Compound-specific radiocarbon analysis as new tool to investigate C-dynamics in sustainable agriculture

化合物特异性放射性碳分析作为研究可持续农业碳动态的新工具

• 批准号: 2266711
• 金额: --
• 依托单位: University of Bristol
• 依托单位国家: 英国
• 项目类别: Studentship
• 财政年份: 2019
• 资助国家: 英国
• 起止时间: 2019 至 无数据
• 项目状态: 已结题
• 来源: https://gtr.ukri.org/projects?ref=studentship-2266711
• 关键词: Compound; specific; radiocarbon; analysis; new

Agriculture intensification is a key source of anthropogenic carbon dioxide, in turn contributing to global warming and climate change. Whilst numerous agricultural practices aim to improve productivity, such as ploughing or use of inorganic fertilizers, they also disrupt natural carbon storage mechanisms. Causing mineralisation of the organic matter to carbon dioxide, then emitted to the atmosphere. Carbon sequestration in agricultural soils represents a vital opportunity to recover soil organic matter and combat anthropogenic carbon dioxide emissions. As such the UK has joined the 4 pour mille initiative which aims to increase carbon storage in agricultural soils by 0.4% per year. To achieve this goal the current amount of carbon stored must be quantified and the mechanisms driving soil organic matter storage must be understood. Recently, the view that compounds possess an intrinsic recalcitrance, due to their molecular properties, has been fundamentally questioned. Instead current research has postulated that biological and physico-chemical stabilisation mechanisms are responsible for long term persistence. However, this stabilisation may vary between biochemical classes and locations. The project will utilise the long term experiments conducted at Rothamstead Research, studying both fresh and archived soils. Highly developed fractionation methods will be used to isolate and quantify characteristic target compounds. These fractions will also be purity checked using high field NMR approach pioneered at the University of Bristol. Additionally, 14C measurements using the University of Bristol radiocarbon accelerator will be used to determine the turnover rates of these target compounds and elucidate how these rates are dependent on the biological or physico-chemical protection mechanisms versus their intrinsic recalcitrance. Selection of these target compounds will be in collaboration with Rothamsted Research, as this mechanistic understanding will contribute to development of the RothC model, as well as informing agricultural management decisions aiming to improve agricultural sustainability.

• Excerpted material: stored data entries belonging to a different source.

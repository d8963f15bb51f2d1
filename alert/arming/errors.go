package arming

import "errors"

// ErrStateUnreadable means a saved arming or override state exists but
// could not be read or parsed. New and LoadOverride return it (wrapped)
// with the cameras armed: a pool alarm that cannot tell whether an
// operator disarmed it must assume it is armed. Test for it with
// errors.Is.
var ErrStateUnreadable = errors.New("override state unreadable")
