from kinetics.analyses.compare import (
    CoolingPeak,
    HalfTimeRun,
    NucleationReference,
    RateCurves,
    compare_formulations,
    cooling_peak_from_conversion,
    format_estimate,
    format_probability,
    nucleation_efficiency,
    scatter_posterior,
)
from kinetics.analyses.isothermal import fit_isotherm
from kinetics.errors import CrystkinInputError, DataQualityWarning
from kinetics.synthetic import synthetic_isotherm
from kinetics.units import kelvin

pytestmark = pytest.mark.filterwarnings("ignore::kinetics.errors.DataQualityWarning")


def _summary_runs(rng, design, *, tau, within_sd, n_rep):
    """Invented half-time runs: design = {group: {T: true t_half}}; log-normal run scatter."""
    runs = []
    for g, temps in design.items():
        for T, th in temps.items():
            for i in range(n_rep):
                value = th * math.exp(rng.normal(0.0, tau) + rng.normal(0.0, within_sd))
                runs.append(HalfTimeRun(f"{g}_{T:.0f}_{i}", g, T, value, within_sd * value))
    return runs


# ---------------------------------------------------------------------------
# Nucleation efficiency against the published definition
# ---------------------------------------------------------------------------

def test_nucleation_efficiency_formula_by_hand():
    # Fillon et al. (1993), from memory: NE = 100 (Tc,NA - Tc,PP) / (Tc,PP,max - Tc,PP).
    # iPP-like values from SCIENCE.md section 9 (status M): Tc,PP = 110 °C, Tc,max = 140 °C.
    # Additive peak 125 °C: 100 * (125 - 110) / (140 - 110) = 100 * 15 / 30 = 50 %.
    assert float(nucleation_efficiency(kelvin(125.0), kelvin(110.0), kelvin(140.0))) == \
        pytest.approx(50.0, abs=1e-9)
    # Additive peak 119.3 °C: 100 * 9.3 / 30 = 31 %.
    assert float(nucleation_efficiency(119.3, 110.0, 140.0)) == pytest.approx(31.0, abs=1e-9)
    # No effect and full effect are the ends of the scale.
    assert float(nucleation_efficiency(110.0, 110.0, 140.0)) == 0.0
    assert float(nucleation_efficiency(140.0, 110.0, 140.0)) == 100.0


def test_nucleation_efficiency_through_the_comparison():
    # Exact peak values (no scatter, no within-run error): the interval collapses to the
    # hand value.  Neat 110 °C (given), additive 125 °C and 119.3 °C, maximum 140 °C,
    # all at 10 K/min: NE = 50 % and 31 % (arithmetic in the test above).
    rate = 10.0 / 60.0
    peaks = [CoolingPeak("neat1", "neat", rate, kelvin(110.0)),
             CoolingPeak("a1", "A", rate, kelvin(125.0)),
             CoolingPeak("b1", "B", rate, kelvin(119.3))]
    ref = NucleationReference(T_c_max=kelvin(140.0), T_c_neat=kelvin(110.0), rate=rate)
    res = compare_formulations(cooling_peaks=peaks, reference="neat", nucleation_reference=ref)
    ne = res.tables()["nucleation_efficiency"].set_index("group")
    assert ne.loc["A", "NE_percent"] == pytest.approx(50.0, abs=1e-9)
    assert ne.loc["B", "NE_percent"] == pytest.approx(31.0, abs=1e-9)
    assert ne.loc["A", "NE_percent_lo95"] == pytest.approx(50.0, abs=1e-9)
    assert any("nucleation efficiency at 10 K/min is 50" in v for v in res.verdicts)
    assert any("no within-run uncertainty" in w for w in res.warnings)


def test_nucleation_efficiency_interval_covers_truth():
    # Invented replicated peaks with run-to-run SD 0.6 K; truth NE = 100 * 6 / 30 = 20 %.
    rng = np.random.default_rng(11)
    rate = 10.0 / 60.0
    peaks = []
    for g, T in (("neat", kelvin(110.0)), ("A", kelvin(116.0))):
        for i in range(4):
            peaks.append(CoolingPeak(f"{g}{i}", g, rate, T + rng.normal(0, 0.6), 0.05))
    ref = NucleationReference(T_c_max=kelvin(140.0), rate=rate)  # neat peak: measured
    res = compare_formulations(cooling_peaks=peaks, reference="neat", nucleation_reference=ref)
    row = res.tables()["nucleation_efficiency"].iloc[0]
    assert row["T_c_neat_source"].startswith("measured")
    assert row["NE_percent_lo95"] < 20.0 < row["NE_percent_hi95"]
    assert 2.0 < row["NE_percent_hi95"] - row["NE_percent_lo95"] < 20.0


# ---------------------------------------------------------------------------
# The pooled run-to-run scatter against numerical integration of the joint posterior
# ---------------------------------------------------------------------------
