def jeziorny_points(t_min, X, beta_K_per_min, *, error_map=None, sigma=None, seed=0,
                    run_id="run", x_range=(0.03, 0.20), group="default") -> JeziornyFit:
    """Jeziorny's analysis of one run from tabulated (t, X) points.

    Parameters
    ----------
    t_min : array_like, min
        Time since onset, t = (T_onset - T)/beta.
    X : array_like
        Relative crystallinity at those times, 0 < X < 1.
    beta_K_per_min : float
    error_map : array of shape (N, P), optional
        Errors of X (delta X = error_map @ z); see :func:`line_draws`.
    sigma : array_like, optional
        Independent errors of X; default 1e-3 (used only for weighting a table).

    Returns
    -------
    JeziornyFit

    Notes
    -----
    ln[-ln(1 - X)] = ln Zt + n ln t (Avrami applied to X(t) of a cooling run);
    log10 Zt = ln Zt / ln 10 and log10 Zc = log10 Zt / beta (Jeziorny, Polymer 19
    (1978) 1142, from memory). See :data:`JEZIORNY_CAUTION`.
    """
    t = np.asarray(t_min, dtype=float)
    X = np.asarray(X, dtype=float)
    ok = (t > 0) & (X > 0) & (X < 1)
    if ok.sum() < 3:
        raise CrystkinInputError(
            f"run {run_id}: Jeziorny's plot needs at least 3 points with t > 0 and 0 < X < 1; "
            f"got {int(ok.sum())}")
    x = np.log(t[ok])
    y = double_log(X[ok])
    dydX = 1.0 / ((1.0 - X[ok]) * -np.log1p(-X[ok]))
    if error_map is not None:
        fit = line_draws(x, y, error_map=np.asarray(error_map)[ok] * dydX[:, None], seed=seed,
                         name=f"{run_id} Jeziorny", slope_name="n", intercept_name="ln_Zt")
    else:
        s = np.broadcast_to(1e-3 if sigma is None else np.asarray(sigma, dtype=float),
                            X.shape)[ok]
        fit = line_draws(x, y, sigma=s * dydX, seed=seed, name=f"{run_id} Jeziorny",
                         slope_name="n", intercept_name="ln_Zt")
    log_Zt = fit.intercept / np.log(10.0)
    log_Zc = jeziorny_log_Zc(log_Zt, beta_K_per_min)
    draws = {"n": fit.slope, "log10_Zt": log_Zt, "log10_Zc": log_Zc, "Zc": 10.0 ** log_Zc}
    return JeziornyFit(run_id, float(beta_K_per_min), t[ok], X[ok], draws, fit,
                       tuple(x_range), group)


def jeziorny(runs, *, x_range=(0.03, 0.20), n_points=20, seed=0,
             groups=None) -> JeziornyResult:
    """Jeziorny's Avrami plot for each cooling run.

    Parameters
    ----------
    runs : sequence of Conversion
        From :func:`kinetics.prep.cooling.prepare_cooling`.
    x_range : (float, float)
        Conversion range of the plot (default 3-20 %, the primary range advised
        for isothermal Avrami fits by Lorenzo et al., Polym. Test. 26 (2007) 222,
        from memory; applying it here is our choice).
    n_points : int
        Points evenly spaced in X across ``x_range``.
    seed : int
    groups : dict run_id -> group, optional

    Returns
    -------
    JeziornyResult
        Runs that cannot be analysed are listed in ``warnings``.
    """
    lo, hi = x_range
    if not (0 < lo < hi < 1):
        raise CrystkinInputError(
            f"The 'x_range' parameter of jeziorny must satisfy 0 < low < high < 1. Got "
            f"{x_range!r} instead.")
    check_range("n_points", int(n_points), "jeziorny", lower=3)
    fits, notes = [], []
    for conv in runs:
        try:
            Xq = np.linspace(lo, hi, int(n_points))
            tq = np.interp(Xq, conv.conversion, conv.time)
            X, G = conversion_noise_map(conv, tq)
            T = np.interp(tq, conv.time, conv.temperature)
            t_min = (conv.baseline["T_onset_K"] - T) / cooling_rate(conv) / 60.0
            fits.append(jeziorny_points(t_min, X, _beta_min(conv), error_map=G,
                                        seed=run_seed(seed, f"jeziorny:{conv.run_id}"),
                                        run_id=conv.run_id, x_range=(lo, hi),
                                        group=_group_of(conv, groups)))
        except CrystkinInputError as exc:
            notes.append(f"run {conv.run_id}: Jeziorny not possible: {exc}")
    return JeziornyResult(tuple(fits), warnings=tuple(notes),
                          provenance={"x_range": (lo, hi), "n_points": int(n_points),
                                      "time": "t = (T_onset - T)/beta, min",
                                      "errors": "conversion noise model, GLS"})


# --- Ozawa ---------------------------------------------------------------------------------

@dataclass(frozen=True)
class OzawaRow:
    """Ozawa's plot at one temperature (estimable or not).

    Attributes
    ----------
    T_K : float
    estimable : bool
    note : str
        Why the temperature is not estimable ("" otherwise).
    rates_K_per_min, X : tuple of float
        Rates and conversions of the usable runs.
    draws : dict or None
        ``m`` and ``lnK_T`` (K(T) in (K/min)^m).
    fit : LineDraws or None
    group : str
    """

    T_K: float
    estimable: bool
    note: str
    rates_K_per_min: tuple[float, ...]
    X: tuple[float, ...]
    draws: dict | None = None
    fit: LineDraws | None = None
    group: str = "default"

    def row(self) -> dict:
        r = {"group": self.group, "T_K": self.T_K, "T_degC": celsius(self.T_K),
             "estimable": self.estimable, "n_rates": len(self.rates_K_per_min)}
        r.update(estimate_columns(self.draws, ("m", "lnK_T")))
        r["scatter_factor"] = self.fit.scatter_factor if self.fit is not None else np.nan
        r["r2_linear"] = self.fit.line.r2 if self.fit is not None else np.nan
        r["rates_K_per_min"] = ", ".join(f"{b:.3g}" for b in self.rates_K_per_min)
        r["note"] = self.note
        return r


@dataclass(frozen=True)
class OzawaResult(RowsResult):
    """Ozawa's m(T) and K(T) across rates. One row per point:
    see :meth:`OzawaRow.row` for the columns."""


def ozawa_points(beta_K_per_min, X, *, sigma=None, seed=0, T_K=float("nan"),
                 group="default") -> OzawaRow:
    """Ozawa's plot at one temperature from tabulated (beta, X) points.

    Parameters
    ----------
    beta_K_per_min : array_like
    X : array_like
        Conversion of each run at this temperature.
    sigma : array_like, optional
        Errors of X (default 1e-3 each, used only for weighting).

    Returns
    -------
    OzawaRow

    Notes
    -----
    ln[-ln(1 - X)] = ln K(T) - m ln beta (Ozawa, Polymer 12 (1971) 150);
    draws m = -slope, lnK_T = intercept.
    """
    b = np.asarray(beta_K_per_min, dtype=float)
    X = np.asarray(X, dtype=float)
    s = np.broadcast_to(1e-3 if sigma is None else np.asarray(sigma, dtype=float), X.shape)
    y = double_log(X)
    dydX = 1.0 / ((1.0 - X) * -np.log1p(-X))
    fit = line_draws(np.log(b), y, sigma=s * dydX, seed=seed, name=f"Ozawa {T_K:.2f} K",
                     slope_name="minus_m", intercept_name="lnK_T")
    return OzawaRow(float(T_K), True, "", tuple(map(float, b)), tuple(map(float, X)),
                    {"m": -fit.slope, "lnK_T": fit.intercept}, fit, group)


def default_temperatures(conversions, *, x_limits=OZAWA_LIMITS, max_points=25):
    """Whole-degree Celsius grid (in K) spanning the runs' usable conversion ranges.

    The grid covers [min_i T_i(X_hi), max_i T_i(X_lo)] with a step of 0.5, 1, 2,
    5 or 10 K chosen to give at most ``max_points`` temperatures.
    """
    lo_T = min(c.temperature_at(x_limits[1]) for c in conversions)
    hi_T = max(c.temperature_at(x_limits[0]) for c in conversions)
    if not (np.isfinite(lo_T) and np.isfinite(hi_T)) or hi_T <= lo_T:
        return np.array([])
    for step in (0.5, 1.0, 2.0, 5.0, 10.0, 20.0):
        a = np.ceil(celsius(lo_T) / step) * step
        b = np.floor(celsius(hi_T) / step) * step
        if (b - a) / step + 1 <= max_points:
            break
    return np.arange(a, b + step / 2, step) + 273.15
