def _priors_blocks(provenance: dict) -> list:
    blocks = []
    runs = provenance.get("runs") or {}
    per_run = {rid: r.get("priors") for rid, r in runs.items()
               if isinstance(r, dict) and isinstance(r.get("priors"), dict)}
    if per_run:
        params = list(dict.fromkeys(p for pri in per_run.values() for p in pri))
        common, varying = {}, []
        for p in params:
            vals = {str(pri[p]) for pri in per_run.values() if p in pri}
            if len(vals) == 1:
                where = "" if all(p in pri for pri in per_run.values()) else \
                    " (in the runs where this term is fitted)"
                common[p] = vals.pop() + where
            else:
                varying.append(p)
        if common:
            blocks.append(BulletList(tuple(f"{p}: {d}" for p, d in common.items()),
                                     title="Priors common to every run:"))
        if varying:
            rows = [{"run_id": rid, **{p: pri.get(p, "") for p in varying}}
                    for rid, pri in per_run.items()]
            df = pd.DataFrame(rows)
            blocks.append(TableBlock(
                "Priors that depend on the run (ranges set from each run's data)",
                format_table(df, drop_empty=False)))
    for label, val in _provenance_entries(provenance, "priors"):
        blocks.append(BulletList(tuple(f"{p}: {d}" for p, d in val["priors"].items()),
                                 title=f"Priors of {label}:"))
    return blocks


def _provenance_entries(provenance: dict, key: str):
    """(label, entry) of provenance entries other than the runs that hold ``key``,
    also one level down (for example one entry per formulation)."""
    out = []
    for name, val in provenance.items():
        if name in ("runs", "software") or not isinstance(val, dict):
            continue
        if isinstance(val.get(key), dict):
            out.append((name.replace("_", " "), val))
            continue
        for sub, inner in val.items():
            if isinstance(inner, dict) and isinstance(inner.get(key), dict):
                out.append((f"{name.replace('_', ' ')} ({sub})", inner))
    return out


_DIAG_COLUMNS = ("converged", "n_steps", "n_walkers", "n_draws", "tau_max", "ess", "acceptance",
                 "seconds")


def _diagnostics_blocks(analysis, provenance: dict) -> list:
    blocks = []
    rows, reasons = [], []
    sources = [(rid, r.get("diagnostics")) for rid, r in (provenance.get("runs") or {}).items()
               if isinstance(r, dict)]
    sources += [(label, val["diagnostics"])
                for label, val in _provenance_entries(provenance, "diagnostics")]
    for name, d in sources:
        if not isinstance(d, dict):
            continue
        row = {"run_id": name}
        for c in _DIAG_COLUMNS:
            v = d.get(c)
            if c == "tau_max" and v is None and isinstance(d.get("tau"), dict) and d["tau"]:
                v = max(d["tau"].values())
            row[c] = v
        rows.append(row)
        if d.get("converged") is False:
            reasons.append(f"{name}: {d.get('reason', 'not converged')}")
    if not rows:
        t = analysis.tables.get("isothermal_runs")
        if t is not None and "converged" in t.columns and t["converged"].notna().any():
            cols = [c for c in ("run_id", "converged", "ess", "tau_max_steps", "acceptance",
                                "method") if c in t.columns]
            blocks.append(TableBlock("Sampler diagnostics of each run", format_table(t[cols]),
                                     source="isothermal_runs"))
        return blocks
    df = pd.DataFrame(rows).rename(columns={"tau_max": "tau_max_steps", "seconds": "time_s",
                                            "n_steps": "steps", "n_walkers": "walkers",
                                            "n_draws": "draws"})
    blocks.append(TableBlock("Sampler diagnostics of each fit", format_table(df)))
    n_bad = len(reasons)
    blocks.append(Paragraph(f"{len(rows) - n_bad} of {len(rows)} fits converged." if n_bad
                            else f"All {len(rows)} fits converged.",
                            kind="note" if n_bad else "text"))
    if reasons:
        blocks.append(BulletList(tuple(reasons), title="Fits that did not converge (their "
                                                        "intervals are provisional):"))
    return blocks


def _software_blocks(analysis, provenance: dict) -> list:
    from importlib.metadata import PackageNotFoundError, version

    soft = dict(provenance.get("software") or {})
    for pkg in ("crystkin", "numpy", "scipy", "pandas", "emcee", "matplotlib", "jinja2"):
        if pkg not in soft:
            try:
                soft[pkg] = version(pkg)
            except PackageNotFoundError:
                continue
    df = pd.DataFrame({"package": list(soft), "version": [str(v) for v in soft.values()]})
    blocks = [TableBlock("Versions used", format_table(df))]
    opts = provenance.get("options", getattr(analysis, "options", None))
    if opts:
        blocks.append(Paragraph("Options: " + ", ".join(f"{k} = {v}" for k, v in opts.items())
                                + "."))
    return blocks


def _methods_blocks(table_names) -> list:
    out = []
    for key, patterns, name, eq, desc, refs in METHODS:
        if key == "rounding":
            continue
        if any(_matches(t, patterns) for t in table_names):
            out.append(MethodBlock(name, eq, desc, refs))
    if out:
        key, patterns, name, eq, desc, refs = METHODS[-1]
        out.append(MethodBlock(name, eq, desc, refs))
    return out


def _figure_blocks(figures, section: str) -> list:
    out = []
    for f in figures:
        sec = _FIGURE_SECTIONS.get(getattr(f, "section", ""), "appendix")
        if sec == section:
            out.append(FigureBlock(f.filename, f.caption))
    return out
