def compare_secondary(trace: Trace, conversion: Conversion | None = None, *, seed: int = 0,
                      sample: bool = True, transient: str = "auto", max_points: int = 400,
                      bic_margin: float = 10.0, min_weight: float = 0.03,
                      min_ratio: float = 1.5, max_nfev: int = 100,
                      sampler_options: dict | None = None,
                      prep_options: dict | None = None) -> SecondaryResult:
    """Fit plain and two-stage Avrami models to one isotherm and choose between them.

    Parameters
    ----------
    trace : Trace
        An isothermal run.
    conversion : Conversion, optional
        Its preparation (computed with :func:`kinetics.prep.prepare_isothermal` when None).
    seed : int
    sample : bool
        Sample the two-stage posterior (else intervals from the least-squares covariance).
    transient, max_points
        As in :func:`kinetics.analyses.isothermal.avrami_heat_flow_problem`.
    bic_margin : float
        Smallest BIC(one) - BIC(two) that selects two stages (default 10).
    min_weight : float
        The secondary stage must carry a weight w2 in [min_weight, 1 - min_weight].
    min_ratio : float
        ... and be slower than the primary one by at least this factor in half-time.
    max_nfev : int
        Function evaluations allowed to each of the three two-stage least-squares starts.
    sampler_options : dict, optional
        Passed to :func:`kinetics.estimate.sample_posterior`.

    Returns
    -------
    SecondaryResult

    Notes
    -----
    Criterion: BIC = N ln(SSR/N) + k ln N for each least-squares fit to the N
    heat-flow cells, k counting every fitted coefficient and the noise level
    (Schwarz, Ann. Stat. 6 (1978) 461). Two stages are chosen when
    BIC(one) - BIC(two) > ``bic_margin`` (10: "very strong" evidence on the scale of
    Kass & Raftery, J. Am. Stat. Assoc. 90 (1995) 773; from memory; strict because
    small baseline imperfections also favour extra terms), the least-squares weight
    w2 lies in [``min_weight``, 1 - ``min_weight``] and t_half2/t_half1 >= ``min_ratio``.
    """
    if trace.info.kind != "isothermal":
        raise CrystkinInputError(f"run {trace.run_id} is a {trace.info.kind} run; "
                                 "compare_secondary needs an isothermal hold",
                                 source=trace.info.source or None)
    if not 0 <= min_weight < 0.5:
        raise CrystkinInputError(f"The 'min_weight' parameter of compare_secondary must be in "
                                 f"[0, 0.5). Got {min_weight!r} instead.")
    if conversion is None:
        from ..prep import prepare_isothermal
        conversion = prepare_isothermal(trace, **(prep_options or {}))
    plain = avrami_heat_flow_problem(trace, conversion, transient=transient,
                                     max_points=max_points)
    ls1 = fit_least_squares(plain)
    s1 = ls1.as_dict()
    base = {"n1": float(np.clip(s1["n"], 0.55, 5.9)), "t_half1": s1["t_half"], "t0": s1["t0"]}
    if "tau" in s1:
        base["tau"] = s1["tau"]
    best, best_prob = None, None
    for n2, ratio in _STARTS:
        st = dict(base, n2=n2, ratio=ratio, t_half1=s1["t_half"] * 0.9)
        prob = two_stage_heat_flow_problem(trace, conversion, plain=plain, start=st,
                                           max_points=max_points)
        try:
            ls = fit_least_squares(prob, max_nfev=max_nfev)
        except (ValueError, np.linalg.LinAlgError):
            continue
        if best is None or ls.ssr < best.ssr:
            best, best_prob = ls, prob
    if best is None:
        raise CrystkinInputError(f"run {trace.run_id}: the two-stage model could not be fitted")
    N = len(plain.data)
    bic = {"one stage": _bic(ls1, N), "two stages": _bic(best, N)}
    s2 = best.as_dict()
    a1, a2 = s2["area1"], s2["area2"]
    w2_hat = a2 / (a1 + a2) if (a1 + a2) > 0 else float("nan")
    delta = bic["one stage"] - bic["two stages"]
    ok_bic = delta > bic_margin
    ok_w = np.isfinite(w2_hat) and min_weight <= w2_hat <= 1 - min_weight
    ok_r = s2["ratio"] >= min_ratio
    chosen = "two stages" if (ok_bic and ok_w and ok_r) else "one stage"
    criterion = (f"BIC(one) - BIC(two) = {delta:.1f} (needs > {bic_margin:g}); w2 = "
                 f"{w2_hat:.3f} (needs {min_weight:g}-{1 - min_weight:g}); t_half2/t_half1 = "
                 f"{s2['ratio']:.2f} (needs >= {min_ratio:g})")
    flags = list(conversion.warnings)
    if "ratio" in best.at_bound or s2["ratio"] > 900:
        flags.append("the secondary stage is as slow as the prior allows; it may be absorbing "
                     "baseline drift")
    if ok_bic and not chosen == "two stages":
        flags.append("two stages fit better but the secondary stage is negligible or not "
                     "slower than the primary one")
    post = None
    if sample:
        post = sample_posterior(best_prob, seed=seed, start=best, **(sampler_options or {}))
        draws = {nm: post[nm] for nm in post.names}
        if not post.diagnostics.converged:
            flags.append("two-stage posterior not converged")
    else:
        rng = np.random.default_rng(seed)
        sim = rng.multivariate_normal(best.x, best.cov, size=4000, method="svd")
        draws = {nm: sim[:, i] for i, nm in enumerate(best_prob.names)}
    a1d, a2d = draws["area1"], draws["area2"]
    with np.errstate(invalid="ignore", divide="ignore"):
        w2 = a2d / (a1d + a2d)
    th1 = draws["t_half1"]
    th2 = th1 * draws["ratio"]
    n1, n2 = draws["n1"], draws["n2"]
    with np.errstate(invalid="ignore", divide="ignore"):
        k1, k2 = avrami_k_from_half_time(n1, th1), avrami_k_from_half_time(n2, th2)
    ok = np.isfinite(w2) & (w2 >= 0) & (w2 <= 1) & np.isfinite(k1) & np.isfinite(k2)
    t_tot = np.full_like(w2, np.nan)
    t_end = float(trace.time[-1] - np.median(draws["t0"])) * 10
    t_tot[ok] = _two_stage_half_time(w2[ok], n1[ok], k1[ok], n2[ok], k2[ok], t_end)
    derived = {"w2": w2, "n1": n1, "n2": n2, "t_half1_s": th1, "t_half2_s": th2,
               "t_half_total_s": t_tot}
    edges = _plain_cells(trace, conversion, plain, max_points)
    prov = {"criterion": criterion, "bic_margin": bic_margin, "min_weight": min_weight,
            "min_ratio": min_ratio, "seed": seed, "fit": best_prob.provenance,
            "priors": (post.priors() if post is not None else
                       {p.name: p.prior.describe() for p in best_prob.all_parameters}),
            "edges_s": edges}
    return SecondaryResult(
        run_id=trace.run_id, group=trace.info.group, T_c=float(trace.info.temperature),
        plain=ls1, two_stage=best, plain_problem=plain, two_stage_problem=best_prob, bic=bic,
        chosen=chosen, criterion=criterion, posterior=post, derived=derived, flags=tuple(flags),
        provenance=prov)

农业集约化是人为二氧化碳的主要来源，进而导致全球变暖和气候变化。虽然许多农业实践旨在提高生产力，例如耕作或使用无机肥料，但它们也破坏了自然碳储存机制。导致有机物矿化为二氧化碳，然后排放到大气中。农业土壤中的碳封存是恢复土壤有机质和对抗人为二氧化碳排放的重要机会。因此，英国加入了 4 pour mille 倡议，旨在每年将农业土壤的碳储存量增加 0.4%。为了实现这一目标，必须量化当前储存的碳量，并且必须了解驱动土壤有机质储存的机制。最近，关于化合物由于其分子特性而具有内在顽抗性的观点受到了根本性的质疑。相反，目前的研究假设生物和物理化学稳定机制是长期持久性的原因。然而，这种稳定性可能因生化类别和地点而异。该项目将利用罗瑟姆斯特德研究中心进行的长期实验，研究新鲜和存档的土壤。高度发达的分馏方法将用于分离和量化特征目标化合物。这些馏分还将使用布里斯托大学首创的高场核磁共振方法进行纯度检查。此外，使用布里斯托大学放射性碳加速器进行的 14C 测量将用于确定这些目标化合物的周转率，并阐明这些周转率如何依赖于生物或物理化学保护机制及其内在顽抗性。这些目标化合物的选择将与 Rothamsted Research 合作，因为这种机制理解将有助于 RothC 模型的开发，并为旨在提高农业可持续性的农业管理决策提供信息。